お笑いのアンダーグラウンドにおいて、唯一無二の存在感を放つウソ漫談家の街裏ぴんく。高校時代の同級生に誘われる形で2004年から大阪で芸人をはじめ、約3年後にコンビを解散してピンに。2012年に上京した。 

その後は事務所オーディションに落ち続けたが、2014年に現事務所に腰を据えて本格的に芸人活動をはじめた。コロナ前からライブ出演を控えていたが、今年に入ってから再びライブ活動をスタート。 

春には、同じくピン芸人の中山功太とユニットライブを大阪で開き、先月は元ジャリズムの山下とのユニットコンビ「山下ぴんく」を組み、漫才師としての活動もはじめ、今年の「M-1グランプリ」への参加表明もした。 

ここに来て、ものすごいスピードで芸人人生をまい進している彼の根底には、芸人であることへの葛藤・使命感・希望などのさまざまな想いが複雑に絡まっていた。 

(撮影:川戸健治)
(撮影:川戸健治)

ピン芸人は魅力の塊

「芸人になりたての頃はコンビを組んでいましたが、これが、まぁ合わなくて(笑)」 

インタビュー早々、あっけらかんと笑いながら、過去を振り返った街裏ぴんく。彼にとってピン芸人は天職以外の何ものでもないと語る。 

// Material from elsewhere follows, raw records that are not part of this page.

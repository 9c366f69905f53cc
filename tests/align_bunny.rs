//! Registration benchmark on virtual partial scans of the Stanford bunny (see tests/common).
//!
//! Success = rotation error ≤ 2° and translation error ≤ 1 % of the bounding-box diagonal after
//! refinement. The default tests run a few seeded trials and assert a success floor; the full
//! tables (≥ 50 trials per method, overlap sweep) are `#[ignore]`d:
//! `cargo test --release --test align_bunny -- --ignored --nocapture`.

mod common;

use std::time::Instant;

use common::{Mesh, bunny, errors, problem};
use equiscan::align::{AlignParams, Method, Verdict, align_pair};

const POINTS: usize = 10_000;
const NOISE: f64 = 0.003;

struct Trial {
    ok: bool,
    confident: bool,
    rot: f64,
    trans: f64,
    overlap: f64,
    seconds: f64,
}

fn trial(mesh: &Mesh, method: Method, separation: f64, seed: u64) -> Trial {
    let p = problem(mesh, separation, POINTS, NOISE, seed);
    let params = AlignParams {
        method,
        seed,
        ..AlignParams::default()
    };
    let t = Instant::now();
    let a = align_pair(&p.source, &p.target, &params).expect("alignment runs");
    let seconds = t.elapsed().as_secs_f64();
    let (rot, trans) = errors(&p.source, &a.transform, &p.truth);
    Trial {
        ok: rot <= 2.0 && trans <= 0.01 * p.diagonal,
        confident: a.verdict == Verdict::Confident,
        rot,
        trans: trans / p.diagonal,
        overlap: p.overlap,
        seconds,
    }
}

fn run(mesh: &Mesh, method: Method, separations: &[f64], seed0: u64) -> Vec<Trial> {
    separations
        .iter()
        .enumerate()
        .map(|(i, &s)| trial(mesh, method, s, seed0 + i as u64))
        .collect()
}

fn rate(t: &[Trial]) -> f64 {
    t.iter().filter(|x| x.ok).count() as f64 / t.len() as f64
}

fn median(mut v: Vec<f64>) -> f64 {
    if v.is_empty() {
        return f64::NAN;
    }
    v.sort_by(f64::total_cmp);
    v[v.len() / 2]
}

fn quick(method: Method) -> f64 {
    let mesh = bunny();
    let seps = [40.0, 60.0, 80.0];
    let t = run(&mesh, method, &seps, 100);
    for (i, x) in t.iter().enumerate() {
        eprintln!(
            "{} seed {} sep {}°: ok {} rot {:.3}° trans {:.4} overlap {:.2} {:.2}s",
            method.name(),
            100 + i,
            seps[i],
            x.ok,
            x.rot,
            x.trans,
            x.overlap,
            x.seconds
        );
    }
    rate(&t)
}

#[test]
fn bunny_virtual_scans_register_fpfh_quick() {
    let r = quick(Method::Fpfh);
    assert!(r >= 0.6, "fpfh success {r:.2}");
}

#[test]
fn bunny_virtual_scans_register_equivariant_quick() {
    let r = quick(Method::Equivariant);
    assert!(r >= 0.99, "equivariant success {r:.2}");
}

fn table(mesh: &Mesh, methods: &[Method]) {
    // 50 trials: separations spread evenly over 30–90°.
    let seps: Vec<f64> = (0..50).map(|i| 30.0 + 60.0 * i as f64 / 49.0).collect();
    println!(
        "| method | trials | success | confident | confident but wrong | median rot err (°) | median trans err (% diag) | median time (s) |"
    );
    println!("|---|---|---|---|---|---|---|---|");
    for &m in methods {
        let t = run(mesh, m, &seps, 1000);
        let ok: Vec<&Trial> = t.iter().filter(|x| x.ok).collect();
        println!(
            "| {} | {} | {:.0} % | {:.0} % | {} | {:.3} | {:.3} | {:.3} |",
            m.name(),
            t.len(),
            100.0 * rate(&t),
            100.0 * t.iter().filter(|x| x.confident).count() as f64 / t.len() as f64,
            t.iter().filter(|x| x.confident && !x.ok).count(),
            median(ok.iter().map(|x| x.rot).collect()),
            100.0 * median(ok.iter().map(|x| x.trans).collect()),
            median(t.iter().map(|x| x.seconds).collect()),
        );
    }
}

fn sweep(mesh: &Mesh, methods: &[Method]) {
    println!(
        "| separation (°) | measured overlap | {} |",
        methods
            .iter()
            .map(|m| m.name())
            .collect::<Vec<_>>()
            .join(" success | ")
            + " success"
    );
    println!("|---|---|{}", "---|".repeat(methods.len()));
    for sep in [20.0, 40.0, 60.0, 80.0, 100.0, 120.0, 140.0] {
        let seps = vec![sep; 10];
        let mut cells = Vec::new();
        let mut overlap = 0.0;
        for &m in methods {
            let t = run(mesh, m, &seps, 5000 + sep as u64 * 100);
            overlap = t.iter().map(|x| x.overlap).sum::<f64>() / t.len() as f64;
            cells.push(format!("{:.0} %", 100.0 * rate(&t)));
        }
        println!(
            "| {sep:.0} | {:.0} % | {} |",
            100.0 * overlap,
            cells.join(" | ")
        );
    }
}

#[test]
#[ignore = "full benchmark: 50 trials per method; run with --release --ignored --nocapture"]
fn bunny_benchmark_table() {
    let mesh = bunny();
    table(&mesh, &[Method::Equivariant, Method::Fpfh]);
}

#[test]
#[ignore = "overlap sweep: 10 trials per separation and method; run with --release --ignored --nocapture"]
fn bunny_overlap_sweep() {
    let mesh = bunny();
    sweep(&mesh, &[Method::Equivariant, Method::Fpfh]);
}

#[test]
fn results_do_not_depend_on_the_thread_count() {
    let mesh = bunny();
    let p = problem(&mesh, 50.0, 4000, NOISE, 77);
    for method in [Method::Equivariant, Method::Fpfh] {
        let params = AlignParams {
            method,
            ..AlignParams::default()
        };
        let run = |threads: usize| {
            rayon::ThreadPoolBuilder::new()
                .num_threads(threads)
                .build()
                .unwrap()
                .install(|| align_pair(&p.source, &p.target, &params).unwrap())
        };
        let (one, three) = (run(1), run(3));
        assert_eq!(one.transform, three.transform, "{}", method.name());
        assert_eq!(one.figures, three.figures, "{}", method.name());
    }
}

「ネタを考えて相方に意見を聞いていくうちに、テコ入れされるのが段々ストレスになっていったんです。そのうち、作ったネタをそのままライブでやりたいと思うようになっていき、『ピンになりたいから解散してほしい』と僕から切り出しました。実際に、ピンでネタを披露してみたらウケたんです。ネタを作りやすいし、誰のフィルターも通さずに発表できる。こんな天職はないです」

「ピン芸人は、ストレスなしで自由度高くやれる分、そうとう努力しないと売れないだろうと自分なりに納得しています」
「ピン芸人は、ストレスなしで自由度高くやれる分、そうとう努力しないと売れないだろうと自分なりに納得しています」

コロナとR-1参加資格失効とBe-1参加

「コロナになる前は、月に25本くらいのライブに出て、R-1に出るという1年を繰り返していましたが、2020年のR-1が終わった時に、このサイクルを変えようと決めました。というのも、日々ライブに出ていると、それだけで満足してしまうんです。正直、R-1で優勝する自信もそこまでなくて、心のどこかで将来に対する不安もあって……。基盤を固めるために、事務所ライブと単独ライブの独演会だけに絞りました。ライブに出る回数が減れば、お客さんが独演会に流れるだろうという考えもありましたね」 

その矢先のコロナ禍は地獄だったそう。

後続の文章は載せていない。